Peel became a fellow of the Royal Geographical Society in 1933, proposed by Field-Marshal Lord Allenby, and was vice-president of the Marine Biological Association of the United Kingdom.

===Big-game tunny fishing===

Peel was keenly interested in marine biology and he provided his yacht and gave assistance to Frederick Russell in investigating the movements of tunny off the east coast of Britain. Although local fishermen considered there had been no tunny before World War I, the studies suggested that migration into the North Sea had not been recent. There are photographs of Peel and Russell engaged on this study. (Note: Cermele, Joe (2010). "The Glory Days of the Giant Scarborough "Tunny"" See, in particular, pages 3 and 4 of this photo gallery which is drawn from Ross, 2010.) In 1934, together with Richard Kindersley, he took out a patent for a fishing reel. It incorporated a frictional braking device which allowed big-game fish to pull out the line under strong tension, while leaving the line free during baiting, etc.

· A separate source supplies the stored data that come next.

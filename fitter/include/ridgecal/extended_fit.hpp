// ridgecal: extended fits. Linearising transforms, a second input (aux) and
// restricted powers, chosen and fitted like the 1-D curve (calibration.hpp).
//
// Model: see model.hpp. Terms (i = degree in the reading, j in aux):
//   no aux:                 i <= d                      (d from FitOptions::degrees)
//   aux, total degree:      i + j <= d                  (aux_degrees empty)
//   aux, separate limits:   i <= d, j <= a              (a from aux_degrees)
//   restricted powers:      i in powers, j <= a         (power basis; d = max power)
// Penalty: (1/n) sum (v - q)^2 + lambda * sum of the squared coefficients of
// every term but (0,0), in the basis of the scaled variables (tensor Chebyshev,
// or plain powers with --powers). The (0,0) term is not penalised (centring, as
// in ridge_path.hpp); without a power 0 there is no intercept and nothing is
// centred. Selection scores (cross-validation RMSE) and all metrics are in the
// reference units, after the inverse reference transform.
//
// Groups (never split): rows sharing a setpoint label (or reference value) and,
// with aux, an aux level: the aux setpoint label (CsvOptions::aux_setpoint_column)
// or else the aux value rounded to the nearest multiple of aux_step. The
// boundary rule (which groups always stay in training) is that of
// grouped_split.hpp: the 1-D end rule is its case without aux.
//
// One fit: fit_extended and fit_calibration are entry points into one
// implementation (fitter/src/fit/fit_model.cpp); with no extension active
// (ExtendedOptions{}) fit_extended is the plain polynomial; either way the
// model goes to the one Calibration::model. Candidates
// whose term lists are nested (no aux; aux with total degree) share the nested
// fast path (one QR per fold); separate limits and powers use one SVD per
// candidate and fold.
#pragma once

#include <Eigen/Dense>
#include <string>
#include <vector>

#include "ridgecal/calibration.hpp"
#include "ridgecal/model.hpp"
#include "ridgecal/transforms.hpp"

namespace ridgecal {

struct ExtendedOptions {
  Transforms transforms;
  bool aux = false;  ///< the rows carry an aux value (Observation::aux)
  std::vector<int>
      aux_degrees;          ///< candidate aux degree limits (separate limits); empty: total degree
  std::vector<int> powers;  ///< allowed reading powers (power basis); empty: Chebyshev, all powers
  double aux_step = 1.0;    ///< aux grouping step without an aux setpoint column, > 0

  /// True when any extension is in use (otherwise the fit is the plain polynomial).
  bool active() const {
    return aux || !aux_degrees.empty() || !powers.empty() || !transforms.identity();
  }
  /// Empty when valid together with `fit`, else a message naming the field, the value and the rule.
  std::string validate(const FitOptions& fit) const;
};

/// Splits, selects and fits a model with the extensions of `comp` (none: the
/// plain polynomial, as fit_calibration). Preconditions: fit.validate()
/// and comp.validate(fit) are empty. Throws InputError (with the line) when a
/// reading or reference is outside the transforms' domain or an aux value is
/// missing; otherwise fails (status) like fit_calibration.
FitOutcome fit_extended(const Dataset& data, const FitOptions& fit, const ExtendedOptions& comp);

/// Lines describing an extended model for Calibration::brief()/full().
std::string extended_brief(const Calibration& cal);
std::string extended_full(const Calibration& cal);

}  // namespace ridgecal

Following a catch off the Yorkshire coast of a large Atlantic bluefin tuna in 1929 (the fish were called "tunny" in Britain at the time), big-game tunny fishing in Britain became fashionable from 1930.
Scarborough was the centre of attraction and the town was transformed into a resort for the wealthy who fished from their yachts. Magazines published many sensational stories covering the personalities and the yachts that sailed to Scarborough. A gentlemen's club, the British Tunny Club, was founded there in 1933 and Peel was their first president.
In the season, which was August and September, Peel sailed with his "huge steam yacht" St George with an "exotic Sudanese crew" and in 1932 he landed a world-record tunny of 798 lb, capturing the record by over 40 lb from a tuna caught off Nova Scotia by American champion Zane Grey. In 1950, when North Sea tunny were declining, Peel nevertheless caught a 639 lb specimen. Much of Mark Ross's book The Glory Days of the Giant Scarborough Tunny is dedicated to Peel's fishing.

==Death==
Peel died at the Grosvenor House Hotel, London on 6 September 1961. His memorial service was held at the Grosvenor Chapel, Mayfair, London. Lord Killearn, former ambassador to Egypt, wrote an obituary of Peel, which was published in The Times, 26 September 1961. Killearn describes Peel as 'an outstanding character excelling at work as at play, a first-class shot, a fine cricketer and golfer, a good tennis played who navigated his own yacht the S.S. St. George of 500 tons' and says that the distressing miscarriage of the Suez crisis resulting in the expulsion and ruin of the British community in 1956 broke Peel's heart and hastened his death.